- What you have to do -
Copy, word for word, the lines of the entries below between the one with "return false;" and the one with "if (kind === 'bjt' && rest.length >", inclusive, and leave out everything else.

- Excerpted records -
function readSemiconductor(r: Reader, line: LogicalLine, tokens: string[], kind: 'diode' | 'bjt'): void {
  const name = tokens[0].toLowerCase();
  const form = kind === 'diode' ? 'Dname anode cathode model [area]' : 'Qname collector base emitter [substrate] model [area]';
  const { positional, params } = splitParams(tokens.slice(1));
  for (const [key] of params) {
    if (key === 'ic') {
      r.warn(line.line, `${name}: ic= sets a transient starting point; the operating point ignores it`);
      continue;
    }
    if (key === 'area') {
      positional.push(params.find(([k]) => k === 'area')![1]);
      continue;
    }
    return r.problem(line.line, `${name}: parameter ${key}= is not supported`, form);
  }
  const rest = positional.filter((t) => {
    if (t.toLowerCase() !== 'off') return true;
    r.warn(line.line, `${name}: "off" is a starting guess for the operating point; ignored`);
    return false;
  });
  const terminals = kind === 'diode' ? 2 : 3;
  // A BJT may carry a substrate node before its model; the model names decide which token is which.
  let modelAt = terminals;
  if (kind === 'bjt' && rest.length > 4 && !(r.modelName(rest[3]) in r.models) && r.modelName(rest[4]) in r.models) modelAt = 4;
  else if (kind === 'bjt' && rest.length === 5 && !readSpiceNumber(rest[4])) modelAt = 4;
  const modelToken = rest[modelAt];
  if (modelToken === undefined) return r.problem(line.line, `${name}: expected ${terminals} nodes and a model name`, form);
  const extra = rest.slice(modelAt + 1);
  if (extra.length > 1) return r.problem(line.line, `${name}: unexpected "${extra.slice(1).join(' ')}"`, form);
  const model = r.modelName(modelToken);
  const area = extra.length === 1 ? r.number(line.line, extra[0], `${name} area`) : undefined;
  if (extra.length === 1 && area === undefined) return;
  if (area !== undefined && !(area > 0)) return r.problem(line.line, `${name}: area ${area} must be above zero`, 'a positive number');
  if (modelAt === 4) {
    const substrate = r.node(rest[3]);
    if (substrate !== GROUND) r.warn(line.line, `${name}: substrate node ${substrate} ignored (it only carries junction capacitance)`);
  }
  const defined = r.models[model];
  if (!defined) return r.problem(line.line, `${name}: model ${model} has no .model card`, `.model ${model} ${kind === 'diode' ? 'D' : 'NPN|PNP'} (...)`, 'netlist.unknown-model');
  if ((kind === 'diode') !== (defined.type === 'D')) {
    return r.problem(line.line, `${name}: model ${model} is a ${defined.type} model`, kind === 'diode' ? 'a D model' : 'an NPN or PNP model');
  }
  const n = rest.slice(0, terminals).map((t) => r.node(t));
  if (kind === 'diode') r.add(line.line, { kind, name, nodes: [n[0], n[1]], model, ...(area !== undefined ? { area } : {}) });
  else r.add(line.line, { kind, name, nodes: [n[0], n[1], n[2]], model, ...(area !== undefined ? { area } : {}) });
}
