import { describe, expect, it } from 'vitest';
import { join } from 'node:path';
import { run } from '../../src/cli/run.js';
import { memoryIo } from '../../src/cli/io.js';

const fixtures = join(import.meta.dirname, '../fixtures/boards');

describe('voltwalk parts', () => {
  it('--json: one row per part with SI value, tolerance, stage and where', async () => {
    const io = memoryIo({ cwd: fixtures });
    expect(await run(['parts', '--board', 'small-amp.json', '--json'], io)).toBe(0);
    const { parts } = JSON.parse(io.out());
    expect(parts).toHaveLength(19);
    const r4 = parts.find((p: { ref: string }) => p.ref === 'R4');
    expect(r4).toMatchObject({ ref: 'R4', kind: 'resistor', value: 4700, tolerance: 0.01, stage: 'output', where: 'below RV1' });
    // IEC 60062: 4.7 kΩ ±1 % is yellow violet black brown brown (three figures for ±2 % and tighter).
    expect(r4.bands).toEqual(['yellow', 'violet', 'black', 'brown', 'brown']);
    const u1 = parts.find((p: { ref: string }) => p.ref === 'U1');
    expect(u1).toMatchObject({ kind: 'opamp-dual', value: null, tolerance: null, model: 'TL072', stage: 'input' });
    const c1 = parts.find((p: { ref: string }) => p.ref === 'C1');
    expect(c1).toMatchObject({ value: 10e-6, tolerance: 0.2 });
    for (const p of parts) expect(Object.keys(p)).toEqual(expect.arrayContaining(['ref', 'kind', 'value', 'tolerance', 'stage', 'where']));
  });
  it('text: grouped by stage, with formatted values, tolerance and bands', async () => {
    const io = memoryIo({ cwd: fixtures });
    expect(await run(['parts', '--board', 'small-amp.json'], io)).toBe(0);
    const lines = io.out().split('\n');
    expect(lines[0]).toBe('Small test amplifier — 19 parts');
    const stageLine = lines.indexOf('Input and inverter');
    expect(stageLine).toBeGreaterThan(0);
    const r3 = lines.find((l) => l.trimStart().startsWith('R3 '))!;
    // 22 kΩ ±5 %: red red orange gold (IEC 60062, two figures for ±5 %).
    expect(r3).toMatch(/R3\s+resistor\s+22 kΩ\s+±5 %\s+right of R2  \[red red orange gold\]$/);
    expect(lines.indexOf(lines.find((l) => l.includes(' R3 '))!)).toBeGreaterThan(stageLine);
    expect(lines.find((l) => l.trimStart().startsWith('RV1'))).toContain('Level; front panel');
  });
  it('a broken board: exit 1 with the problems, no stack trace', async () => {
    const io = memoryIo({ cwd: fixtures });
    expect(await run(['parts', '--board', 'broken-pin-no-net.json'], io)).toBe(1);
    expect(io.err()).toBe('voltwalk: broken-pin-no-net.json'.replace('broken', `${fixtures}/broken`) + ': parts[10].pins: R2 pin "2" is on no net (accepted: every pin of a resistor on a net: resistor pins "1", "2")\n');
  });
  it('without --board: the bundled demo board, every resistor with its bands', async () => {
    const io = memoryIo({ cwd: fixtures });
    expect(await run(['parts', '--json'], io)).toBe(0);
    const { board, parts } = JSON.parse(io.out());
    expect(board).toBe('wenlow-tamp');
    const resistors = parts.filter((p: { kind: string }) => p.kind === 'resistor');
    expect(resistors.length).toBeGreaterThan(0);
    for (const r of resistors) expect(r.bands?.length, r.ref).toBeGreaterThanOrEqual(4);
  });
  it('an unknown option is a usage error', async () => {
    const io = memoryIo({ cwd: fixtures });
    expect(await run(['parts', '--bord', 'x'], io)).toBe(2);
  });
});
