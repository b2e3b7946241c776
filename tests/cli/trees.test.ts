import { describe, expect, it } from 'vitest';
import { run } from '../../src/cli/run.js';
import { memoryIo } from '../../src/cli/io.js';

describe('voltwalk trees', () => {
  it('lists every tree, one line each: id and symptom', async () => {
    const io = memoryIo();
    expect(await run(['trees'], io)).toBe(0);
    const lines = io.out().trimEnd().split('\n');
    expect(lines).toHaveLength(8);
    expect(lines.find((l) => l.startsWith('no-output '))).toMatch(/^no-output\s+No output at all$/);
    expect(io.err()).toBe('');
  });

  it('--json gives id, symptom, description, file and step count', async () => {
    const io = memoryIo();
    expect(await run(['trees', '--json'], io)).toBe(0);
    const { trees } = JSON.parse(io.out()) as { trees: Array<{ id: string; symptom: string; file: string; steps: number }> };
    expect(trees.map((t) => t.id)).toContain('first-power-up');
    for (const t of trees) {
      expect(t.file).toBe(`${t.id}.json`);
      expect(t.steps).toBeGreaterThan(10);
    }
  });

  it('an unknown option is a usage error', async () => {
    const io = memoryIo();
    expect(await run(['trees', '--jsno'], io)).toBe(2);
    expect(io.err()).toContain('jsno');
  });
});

- Result below -
    return false;
  });
  const terminals = kind === 'diode' ? 2 : 3;
  // A BJT may carry a substrate node before its model; the model names decide which token is which.
  let modelAt = terminals;
  if (kind === 'bjt' && rest.length > 4 && !(r.modelName(rest[3]) in r.models) && r.modelName(rest[4]) in r.models) modelAt = 4;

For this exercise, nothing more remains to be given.